» Your goal
Retrieve every line from the records in which the word "larger" occurs.
Data extracts START
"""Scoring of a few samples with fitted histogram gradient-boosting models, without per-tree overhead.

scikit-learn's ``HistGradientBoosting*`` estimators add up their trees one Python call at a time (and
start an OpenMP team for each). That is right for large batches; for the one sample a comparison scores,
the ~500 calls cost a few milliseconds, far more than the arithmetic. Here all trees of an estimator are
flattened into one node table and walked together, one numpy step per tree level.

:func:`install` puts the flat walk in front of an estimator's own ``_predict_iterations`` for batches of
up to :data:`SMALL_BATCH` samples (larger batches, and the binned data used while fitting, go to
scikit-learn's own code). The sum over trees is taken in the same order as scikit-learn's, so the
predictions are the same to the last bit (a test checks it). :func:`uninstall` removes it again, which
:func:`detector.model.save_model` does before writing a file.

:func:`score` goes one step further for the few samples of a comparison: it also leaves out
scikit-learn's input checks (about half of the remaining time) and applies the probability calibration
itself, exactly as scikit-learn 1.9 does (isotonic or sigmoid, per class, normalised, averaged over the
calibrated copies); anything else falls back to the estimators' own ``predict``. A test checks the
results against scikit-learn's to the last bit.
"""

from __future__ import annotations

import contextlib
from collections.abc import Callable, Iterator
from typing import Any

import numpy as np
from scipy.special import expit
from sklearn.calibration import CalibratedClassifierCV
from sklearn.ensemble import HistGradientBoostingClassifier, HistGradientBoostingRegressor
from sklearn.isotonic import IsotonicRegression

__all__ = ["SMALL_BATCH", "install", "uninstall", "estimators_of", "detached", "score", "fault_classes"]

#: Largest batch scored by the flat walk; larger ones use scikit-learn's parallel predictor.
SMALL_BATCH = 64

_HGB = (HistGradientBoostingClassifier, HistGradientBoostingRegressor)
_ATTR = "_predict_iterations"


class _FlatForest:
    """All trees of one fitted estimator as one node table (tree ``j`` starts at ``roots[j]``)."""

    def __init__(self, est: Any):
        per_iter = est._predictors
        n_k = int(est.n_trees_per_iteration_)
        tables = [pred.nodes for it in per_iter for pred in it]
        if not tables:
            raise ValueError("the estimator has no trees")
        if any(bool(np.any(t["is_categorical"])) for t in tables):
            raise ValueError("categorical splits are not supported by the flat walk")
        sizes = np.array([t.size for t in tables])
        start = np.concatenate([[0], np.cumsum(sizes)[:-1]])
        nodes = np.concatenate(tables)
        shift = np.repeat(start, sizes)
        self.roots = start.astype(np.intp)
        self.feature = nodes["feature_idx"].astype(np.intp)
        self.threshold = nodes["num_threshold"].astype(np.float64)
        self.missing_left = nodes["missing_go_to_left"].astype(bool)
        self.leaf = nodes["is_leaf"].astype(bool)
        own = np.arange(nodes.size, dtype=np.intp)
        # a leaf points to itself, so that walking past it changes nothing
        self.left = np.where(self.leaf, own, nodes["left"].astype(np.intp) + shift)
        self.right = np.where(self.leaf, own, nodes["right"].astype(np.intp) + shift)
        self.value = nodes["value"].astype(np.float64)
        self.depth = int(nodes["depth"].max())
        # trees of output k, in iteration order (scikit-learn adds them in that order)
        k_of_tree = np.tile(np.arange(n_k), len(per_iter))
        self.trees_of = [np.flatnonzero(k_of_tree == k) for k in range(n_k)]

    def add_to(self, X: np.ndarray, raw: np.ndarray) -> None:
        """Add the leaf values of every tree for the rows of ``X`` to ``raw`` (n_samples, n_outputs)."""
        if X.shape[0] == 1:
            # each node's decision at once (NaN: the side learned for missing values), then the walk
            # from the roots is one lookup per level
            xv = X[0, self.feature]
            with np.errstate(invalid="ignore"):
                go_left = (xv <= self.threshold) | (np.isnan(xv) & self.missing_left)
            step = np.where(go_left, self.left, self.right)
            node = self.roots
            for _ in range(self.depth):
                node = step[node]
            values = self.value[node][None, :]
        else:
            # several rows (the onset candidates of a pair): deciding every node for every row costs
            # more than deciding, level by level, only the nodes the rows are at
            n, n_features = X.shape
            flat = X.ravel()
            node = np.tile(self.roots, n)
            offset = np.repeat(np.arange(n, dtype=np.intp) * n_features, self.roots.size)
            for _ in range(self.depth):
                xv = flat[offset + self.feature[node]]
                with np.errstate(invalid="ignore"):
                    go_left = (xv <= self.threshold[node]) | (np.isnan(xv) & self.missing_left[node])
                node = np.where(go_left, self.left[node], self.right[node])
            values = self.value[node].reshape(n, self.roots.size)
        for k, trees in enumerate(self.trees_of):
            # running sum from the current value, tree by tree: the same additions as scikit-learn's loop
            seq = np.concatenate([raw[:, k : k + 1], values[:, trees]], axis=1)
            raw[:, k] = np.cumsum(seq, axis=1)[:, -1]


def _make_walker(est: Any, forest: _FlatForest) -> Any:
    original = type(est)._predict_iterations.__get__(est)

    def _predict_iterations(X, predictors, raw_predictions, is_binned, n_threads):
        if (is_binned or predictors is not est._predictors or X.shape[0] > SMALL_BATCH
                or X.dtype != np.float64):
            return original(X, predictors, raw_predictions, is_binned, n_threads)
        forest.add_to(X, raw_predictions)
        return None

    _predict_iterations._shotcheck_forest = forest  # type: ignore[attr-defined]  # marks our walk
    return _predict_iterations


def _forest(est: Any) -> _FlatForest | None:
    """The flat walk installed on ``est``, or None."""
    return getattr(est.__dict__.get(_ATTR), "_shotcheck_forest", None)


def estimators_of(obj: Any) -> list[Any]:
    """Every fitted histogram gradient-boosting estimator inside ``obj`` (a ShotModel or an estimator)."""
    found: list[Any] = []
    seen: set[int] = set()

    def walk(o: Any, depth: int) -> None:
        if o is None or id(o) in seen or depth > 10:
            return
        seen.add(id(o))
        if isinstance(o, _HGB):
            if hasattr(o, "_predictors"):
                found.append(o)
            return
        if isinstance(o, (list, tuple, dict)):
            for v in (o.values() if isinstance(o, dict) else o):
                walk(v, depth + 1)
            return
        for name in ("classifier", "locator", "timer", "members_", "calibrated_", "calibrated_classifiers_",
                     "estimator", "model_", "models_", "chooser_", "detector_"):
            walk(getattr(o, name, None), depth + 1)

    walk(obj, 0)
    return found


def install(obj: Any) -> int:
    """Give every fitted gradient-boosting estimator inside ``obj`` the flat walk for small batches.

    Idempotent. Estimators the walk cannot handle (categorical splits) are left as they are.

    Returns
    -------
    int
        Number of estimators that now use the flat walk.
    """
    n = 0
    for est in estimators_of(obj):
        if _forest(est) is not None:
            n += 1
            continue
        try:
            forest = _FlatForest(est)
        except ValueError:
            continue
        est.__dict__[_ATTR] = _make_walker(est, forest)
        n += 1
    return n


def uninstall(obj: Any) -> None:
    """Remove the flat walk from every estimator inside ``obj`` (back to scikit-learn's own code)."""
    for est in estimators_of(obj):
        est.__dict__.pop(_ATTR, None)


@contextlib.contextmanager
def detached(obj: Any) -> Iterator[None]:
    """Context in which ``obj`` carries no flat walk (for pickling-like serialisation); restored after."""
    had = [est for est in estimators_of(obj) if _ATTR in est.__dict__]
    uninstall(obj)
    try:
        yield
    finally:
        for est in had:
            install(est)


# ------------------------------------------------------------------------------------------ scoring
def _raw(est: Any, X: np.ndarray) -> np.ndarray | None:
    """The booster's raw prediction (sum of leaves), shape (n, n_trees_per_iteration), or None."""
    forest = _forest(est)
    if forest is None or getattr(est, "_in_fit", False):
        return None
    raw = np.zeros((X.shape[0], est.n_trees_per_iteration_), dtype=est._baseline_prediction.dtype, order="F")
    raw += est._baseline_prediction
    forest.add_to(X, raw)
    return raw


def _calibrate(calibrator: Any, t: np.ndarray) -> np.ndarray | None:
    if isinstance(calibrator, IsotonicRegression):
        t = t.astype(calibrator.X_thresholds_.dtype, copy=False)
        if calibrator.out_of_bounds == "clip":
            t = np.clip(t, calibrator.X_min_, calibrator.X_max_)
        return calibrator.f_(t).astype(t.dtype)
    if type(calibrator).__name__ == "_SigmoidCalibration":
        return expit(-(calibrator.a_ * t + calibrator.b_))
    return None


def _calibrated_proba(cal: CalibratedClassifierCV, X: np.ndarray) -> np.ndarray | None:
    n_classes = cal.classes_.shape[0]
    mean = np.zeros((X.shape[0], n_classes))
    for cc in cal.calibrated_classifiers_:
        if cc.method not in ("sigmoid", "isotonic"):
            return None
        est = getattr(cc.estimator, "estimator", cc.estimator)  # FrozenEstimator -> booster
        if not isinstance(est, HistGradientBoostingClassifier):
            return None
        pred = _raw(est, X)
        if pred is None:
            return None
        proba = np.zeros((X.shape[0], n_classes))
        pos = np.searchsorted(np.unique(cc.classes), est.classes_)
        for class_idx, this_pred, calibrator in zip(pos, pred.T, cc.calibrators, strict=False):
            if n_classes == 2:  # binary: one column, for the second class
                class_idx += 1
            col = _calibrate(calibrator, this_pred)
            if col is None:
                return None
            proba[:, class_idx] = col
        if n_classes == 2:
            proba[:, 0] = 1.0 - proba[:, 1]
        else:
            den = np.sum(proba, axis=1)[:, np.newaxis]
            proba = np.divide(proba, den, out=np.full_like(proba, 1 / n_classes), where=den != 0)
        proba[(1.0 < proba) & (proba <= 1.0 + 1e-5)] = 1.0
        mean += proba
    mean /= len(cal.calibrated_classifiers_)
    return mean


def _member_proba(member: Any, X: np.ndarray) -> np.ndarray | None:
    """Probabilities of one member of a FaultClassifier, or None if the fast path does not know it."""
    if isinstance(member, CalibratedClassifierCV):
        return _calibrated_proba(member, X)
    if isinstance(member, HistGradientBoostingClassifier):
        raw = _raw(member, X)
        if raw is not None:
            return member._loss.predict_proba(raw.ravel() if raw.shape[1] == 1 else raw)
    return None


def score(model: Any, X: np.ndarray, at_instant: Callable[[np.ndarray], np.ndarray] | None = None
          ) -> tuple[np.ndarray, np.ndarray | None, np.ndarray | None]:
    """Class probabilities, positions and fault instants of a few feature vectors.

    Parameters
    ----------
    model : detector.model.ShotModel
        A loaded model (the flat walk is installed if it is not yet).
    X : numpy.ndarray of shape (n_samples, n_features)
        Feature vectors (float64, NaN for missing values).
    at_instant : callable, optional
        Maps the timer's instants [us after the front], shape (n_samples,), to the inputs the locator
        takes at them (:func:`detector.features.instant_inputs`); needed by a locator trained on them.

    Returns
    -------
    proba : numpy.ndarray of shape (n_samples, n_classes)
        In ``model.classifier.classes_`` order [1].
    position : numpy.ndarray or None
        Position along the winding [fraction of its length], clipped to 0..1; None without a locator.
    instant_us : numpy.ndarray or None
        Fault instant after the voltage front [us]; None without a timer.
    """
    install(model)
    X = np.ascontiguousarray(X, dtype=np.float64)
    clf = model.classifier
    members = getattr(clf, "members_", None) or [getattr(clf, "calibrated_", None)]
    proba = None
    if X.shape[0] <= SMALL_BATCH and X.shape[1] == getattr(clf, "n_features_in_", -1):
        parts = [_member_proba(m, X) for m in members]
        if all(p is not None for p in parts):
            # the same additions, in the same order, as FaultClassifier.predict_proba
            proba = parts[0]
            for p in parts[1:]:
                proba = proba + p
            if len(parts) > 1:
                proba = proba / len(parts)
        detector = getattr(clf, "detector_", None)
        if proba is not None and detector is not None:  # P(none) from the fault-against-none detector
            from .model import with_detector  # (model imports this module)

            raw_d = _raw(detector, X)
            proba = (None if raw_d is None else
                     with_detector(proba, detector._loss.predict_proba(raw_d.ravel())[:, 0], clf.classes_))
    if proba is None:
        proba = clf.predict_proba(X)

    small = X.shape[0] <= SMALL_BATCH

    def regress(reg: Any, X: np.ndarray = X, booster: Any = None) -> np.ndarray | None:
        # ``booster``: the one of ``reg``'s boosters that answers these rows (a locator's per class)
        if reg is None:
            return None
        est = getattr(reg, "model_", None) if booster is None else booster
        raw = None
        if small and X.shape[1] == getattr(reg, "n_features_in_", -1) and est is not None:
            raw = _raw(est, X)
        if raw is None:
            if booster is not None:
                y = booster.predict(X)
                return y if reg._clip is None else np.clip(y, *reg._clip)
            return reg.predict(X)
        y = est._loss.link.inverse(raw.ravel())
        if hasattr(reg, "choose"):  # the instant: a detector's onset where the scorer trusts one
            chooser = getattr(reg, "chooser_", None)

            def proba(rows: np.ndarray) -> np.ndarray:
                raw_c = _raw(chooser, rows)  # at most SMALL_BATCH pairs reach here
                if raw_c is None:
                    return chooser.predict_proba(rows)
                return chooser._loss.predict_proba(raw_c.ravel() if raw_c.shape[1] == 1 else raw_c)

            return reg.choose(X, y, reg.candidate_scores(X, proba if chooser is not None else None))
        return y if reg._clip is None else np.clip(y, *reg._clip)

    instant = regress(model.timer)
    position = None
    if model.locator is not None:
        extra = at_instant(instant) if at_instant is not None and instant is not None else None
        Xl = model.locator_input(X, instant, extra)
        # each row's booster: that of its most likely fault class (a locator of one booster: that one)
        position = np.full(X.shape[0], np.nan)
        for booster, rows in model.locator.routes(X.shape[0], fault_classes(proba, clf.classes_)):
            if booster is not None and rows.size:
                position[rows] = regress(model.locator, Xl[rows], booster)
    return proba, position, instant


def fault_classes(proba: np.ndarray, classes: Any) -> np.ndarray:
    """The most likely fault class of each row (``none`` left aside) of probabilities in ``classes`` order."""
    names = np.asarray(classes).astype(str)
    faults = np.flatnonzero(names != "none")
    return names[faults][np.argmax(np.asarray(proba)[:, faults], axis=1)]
Data extracts END
Data extracts START
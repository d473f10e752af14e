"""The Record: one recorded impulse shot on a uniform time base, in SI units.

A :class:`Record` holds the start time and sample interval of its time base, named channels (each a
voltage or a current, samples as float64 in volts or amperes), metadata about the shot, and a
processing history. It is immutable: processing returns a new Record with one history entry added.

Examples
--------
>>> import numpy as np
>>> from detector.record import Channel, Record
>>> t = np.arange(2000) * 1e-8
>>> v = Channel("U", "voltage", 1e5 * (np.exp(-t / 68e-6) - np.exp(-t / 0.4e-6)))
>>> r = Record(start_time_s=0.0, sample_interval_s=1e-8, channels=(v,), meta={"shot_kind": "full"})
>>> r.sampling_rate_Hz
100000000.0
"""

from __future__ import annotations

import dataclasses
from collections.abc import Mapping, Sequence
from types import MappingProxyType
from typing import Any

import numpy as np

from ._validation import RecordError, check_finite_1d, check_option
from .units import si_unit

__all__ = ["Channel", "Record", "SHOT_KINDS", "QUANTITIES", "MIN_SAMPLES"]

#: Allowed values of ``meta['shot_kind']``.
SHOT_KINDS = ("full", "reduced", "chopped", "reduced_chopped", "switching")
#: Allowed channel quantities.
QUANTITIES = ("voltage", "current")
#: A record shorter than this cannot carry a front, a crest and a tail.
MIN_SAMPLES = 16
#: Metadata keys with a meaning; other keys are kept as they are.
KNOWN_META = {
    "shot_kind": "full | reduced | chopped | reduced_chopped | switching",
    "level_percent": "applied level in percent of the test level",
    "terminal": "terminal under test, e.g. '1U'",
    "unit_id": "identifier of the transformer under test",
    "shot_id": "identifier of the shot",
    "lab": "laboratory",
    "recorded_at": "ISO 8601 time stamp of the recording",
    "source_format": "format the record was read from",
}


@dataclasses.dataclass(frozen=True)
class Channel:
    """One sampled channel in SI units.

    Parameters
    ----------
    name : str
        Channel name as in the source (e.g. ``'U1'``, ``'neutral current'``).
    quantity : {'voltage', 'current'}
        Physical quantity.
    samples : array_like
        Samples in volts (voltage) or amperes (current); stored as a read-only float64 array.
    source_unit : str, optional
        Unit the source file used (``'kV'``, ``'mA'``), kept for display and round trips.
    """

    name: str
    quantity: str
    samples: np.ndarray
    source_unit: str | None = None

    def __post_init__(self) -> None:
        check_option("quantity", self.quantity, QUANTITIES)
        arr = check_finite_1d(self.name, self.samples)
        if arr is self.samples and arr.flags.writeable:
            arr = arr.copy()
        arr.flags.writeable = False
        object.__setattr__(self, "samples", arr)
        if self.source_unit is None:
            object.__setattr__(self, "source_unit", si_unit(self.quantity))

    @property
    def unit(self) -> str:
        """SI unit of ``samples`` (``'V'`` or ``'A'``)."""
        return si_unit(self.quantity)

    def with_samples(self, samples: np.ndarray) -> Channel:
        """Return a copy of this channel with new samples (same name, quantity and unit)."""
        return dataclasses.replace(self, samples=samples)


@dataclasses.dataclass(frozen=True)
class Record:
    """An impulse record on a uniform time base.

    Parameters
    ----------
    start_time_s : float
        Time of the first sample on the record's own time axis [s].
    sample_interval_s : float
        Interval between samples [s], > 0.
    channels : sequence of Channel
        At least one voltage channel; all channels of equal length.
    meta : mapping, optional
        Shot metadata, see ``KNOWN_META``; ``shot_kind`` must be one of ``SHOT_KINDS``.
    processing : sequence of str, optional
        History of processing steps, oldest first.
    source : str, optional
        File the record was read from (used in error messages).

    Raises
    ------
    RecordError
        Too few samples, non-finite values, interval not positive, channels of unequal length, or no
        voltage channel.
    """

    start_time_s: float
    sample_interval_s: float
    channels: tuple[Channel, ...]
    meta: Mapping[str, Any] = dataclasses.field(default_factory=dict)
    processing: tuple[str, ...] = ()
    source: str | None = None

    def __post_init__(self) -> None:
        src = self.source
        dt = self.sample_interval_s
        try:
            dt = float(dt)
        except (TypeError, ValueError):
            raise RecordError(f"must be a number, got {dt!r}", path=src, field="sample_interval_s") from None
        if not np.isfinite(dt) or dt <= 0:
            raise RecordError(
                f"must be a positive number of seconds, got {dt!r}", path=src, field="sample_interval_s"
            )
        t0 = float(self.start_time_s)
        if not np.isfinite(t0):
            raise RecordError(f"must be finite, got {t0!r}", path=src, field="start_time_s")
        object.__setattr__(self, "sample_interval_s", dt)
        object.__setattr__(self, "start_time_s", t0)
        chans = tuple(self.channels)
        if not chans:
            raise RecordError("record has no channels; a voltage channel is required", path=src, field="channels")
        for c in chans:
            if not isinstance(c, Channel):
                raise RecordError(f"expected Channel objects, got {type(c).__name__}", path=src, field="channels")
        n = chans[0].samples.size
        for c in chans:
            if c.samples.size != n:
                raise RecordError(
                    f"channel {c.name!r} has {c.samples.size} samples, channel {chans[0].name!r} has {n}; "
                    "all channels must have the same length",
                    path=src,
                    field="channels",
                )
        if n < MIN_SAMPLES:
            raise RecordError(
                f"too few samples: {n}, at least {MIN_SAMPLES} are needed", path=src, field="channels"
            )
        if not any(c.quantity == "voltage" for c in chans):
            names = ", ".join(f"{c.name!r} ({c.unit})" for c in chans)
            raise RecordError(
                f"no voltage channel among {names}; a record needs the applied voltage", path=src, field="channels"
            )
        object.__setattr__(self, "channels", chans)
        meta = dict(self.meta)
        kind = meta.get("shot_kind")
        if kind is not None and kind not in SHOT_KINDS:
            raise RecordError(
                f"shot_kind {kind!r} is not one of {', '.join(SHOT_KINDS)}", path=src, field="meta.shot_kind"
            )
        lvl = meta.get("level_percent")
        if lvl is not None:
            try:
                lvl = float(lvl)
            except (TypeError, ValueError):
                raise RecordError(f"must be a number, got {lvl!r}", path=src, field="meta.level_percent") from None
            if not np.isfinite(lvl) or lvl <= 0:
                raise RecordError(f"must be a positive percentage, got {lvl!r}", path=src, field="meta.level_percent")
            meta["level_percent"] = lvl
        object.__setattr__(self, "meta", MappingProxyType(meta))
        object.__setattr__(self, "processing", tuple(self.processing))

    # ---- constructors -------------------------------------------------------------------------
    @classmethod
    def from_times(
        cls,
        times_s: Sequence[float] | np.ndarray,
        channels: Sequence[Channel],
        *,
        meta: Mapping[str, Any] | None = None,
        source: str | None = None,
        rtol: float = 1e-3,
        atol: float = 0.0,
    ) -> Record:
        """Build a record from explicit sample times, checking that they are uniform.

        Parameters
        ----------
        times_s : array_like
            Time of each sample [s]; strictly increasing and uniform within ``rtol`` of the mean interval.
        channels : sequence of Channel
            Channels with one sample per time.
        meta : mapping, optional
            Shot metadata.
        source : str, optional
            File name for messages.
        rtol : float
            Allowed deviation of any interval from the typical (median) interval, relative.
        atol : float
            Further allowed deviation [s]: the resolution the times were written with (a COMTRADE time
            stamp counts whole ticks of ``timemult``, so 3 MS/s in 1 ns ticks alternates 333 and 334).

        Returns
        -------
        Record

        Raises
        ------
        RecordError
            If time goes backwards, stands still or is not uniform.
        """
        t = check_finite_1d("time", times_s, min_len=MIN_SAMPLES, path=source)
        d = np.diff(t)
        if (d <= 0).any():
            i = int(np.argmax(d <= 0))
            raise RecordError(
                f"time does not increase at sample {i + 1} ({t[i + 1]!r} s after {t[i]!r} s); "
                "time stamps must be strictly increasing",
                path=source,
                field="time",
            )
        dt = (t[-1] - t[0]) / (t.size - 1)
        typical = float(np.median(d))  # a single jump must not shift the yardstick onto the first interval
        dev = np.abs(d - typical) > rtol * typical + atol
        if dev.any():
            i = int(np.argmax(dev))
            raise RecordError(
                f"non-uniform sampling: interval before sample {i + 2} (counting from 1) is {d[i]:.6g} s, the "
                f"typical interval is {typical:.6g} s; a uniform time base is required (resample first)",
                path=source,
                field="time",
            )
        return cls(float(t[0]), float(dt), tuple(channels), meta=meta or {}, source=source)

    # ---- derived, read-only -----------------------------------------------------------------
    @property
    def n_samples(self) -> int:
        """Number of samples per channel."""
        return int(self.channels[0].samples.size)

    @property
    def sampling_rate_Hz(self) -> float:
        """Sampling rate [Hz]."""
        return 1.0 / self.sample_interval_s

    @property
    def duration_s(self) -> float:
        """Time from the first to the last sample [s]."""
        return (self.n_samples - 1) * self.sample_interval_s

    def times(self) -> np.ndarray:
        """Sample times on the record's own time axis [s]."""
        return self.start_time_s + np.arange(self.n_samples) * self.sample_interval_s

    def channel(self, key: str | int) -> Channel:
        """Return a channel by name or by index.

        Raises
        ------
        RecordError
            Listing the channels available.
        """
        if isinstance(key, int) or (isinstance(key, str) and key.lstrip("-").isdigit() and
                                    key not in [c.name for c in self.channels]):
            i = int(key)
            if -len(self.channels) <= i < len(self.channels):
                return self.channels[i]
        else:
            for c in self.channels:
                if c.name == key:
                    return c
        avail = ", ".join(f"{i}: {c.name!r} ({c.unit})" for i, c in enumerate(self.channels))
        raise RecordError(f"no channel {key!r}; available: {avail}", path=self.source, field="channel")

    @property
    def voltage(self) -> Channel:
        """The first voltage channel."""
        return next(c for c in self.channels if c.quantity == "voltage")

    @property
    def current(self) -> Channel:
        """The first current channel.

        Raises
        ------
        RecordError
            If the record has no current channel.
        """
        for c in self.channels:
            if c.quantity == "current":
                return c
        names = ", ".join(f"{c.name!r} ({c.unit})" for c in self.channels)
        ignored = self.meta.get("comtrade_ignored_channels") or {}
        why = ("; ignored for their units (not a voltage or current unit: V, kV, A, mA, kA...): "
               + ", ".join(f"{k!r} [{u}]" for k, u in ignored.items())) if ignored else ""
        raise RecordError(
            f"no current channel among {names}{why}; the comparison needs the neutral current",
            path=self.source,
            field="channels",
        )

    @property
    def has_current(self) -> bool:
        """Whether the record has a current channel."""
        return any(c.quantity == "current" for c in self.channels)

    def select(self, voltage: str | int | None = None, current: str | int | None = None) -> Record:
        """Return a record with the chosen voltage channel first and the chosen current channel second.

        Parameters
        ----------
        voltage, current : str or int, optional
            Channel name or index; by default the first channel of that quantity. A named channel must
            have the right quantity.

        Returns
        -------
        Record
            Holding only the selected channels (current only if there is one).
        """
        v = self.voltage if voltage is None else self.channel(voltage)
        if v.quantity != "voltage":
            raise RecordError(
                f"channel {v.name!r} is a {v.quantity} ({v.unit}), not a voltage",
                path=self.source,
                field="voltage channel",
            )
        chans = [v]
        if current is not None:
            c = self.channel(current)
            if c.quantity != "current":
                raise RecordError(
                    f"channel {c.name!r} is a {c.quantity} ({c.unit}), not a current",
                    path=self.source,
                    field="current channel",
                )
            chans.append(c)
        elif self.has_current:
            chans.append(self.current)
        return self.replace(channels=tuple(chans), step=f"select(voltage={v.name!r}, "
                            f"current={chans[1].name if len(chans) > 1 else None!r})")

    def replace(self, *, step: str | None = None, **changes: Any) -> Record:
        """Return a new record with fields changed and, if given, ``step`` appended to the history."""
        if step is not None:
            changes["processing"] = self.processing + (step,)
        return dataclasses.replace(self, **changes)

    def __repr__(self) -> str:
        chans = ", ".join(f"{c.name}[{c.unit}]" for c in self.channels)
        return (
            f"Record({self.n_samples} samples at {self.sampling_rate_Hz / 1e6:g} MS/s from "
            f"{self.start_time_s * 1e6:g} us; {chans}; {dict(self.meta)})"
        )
Data extracts END
» Task result
up to :data:`SMALL_BATCH` samples (larger batches, and the binned data used while fitting, go to
#: Largest batch scored by the flat walk; larger ones use scikit-learn's parallel predictor.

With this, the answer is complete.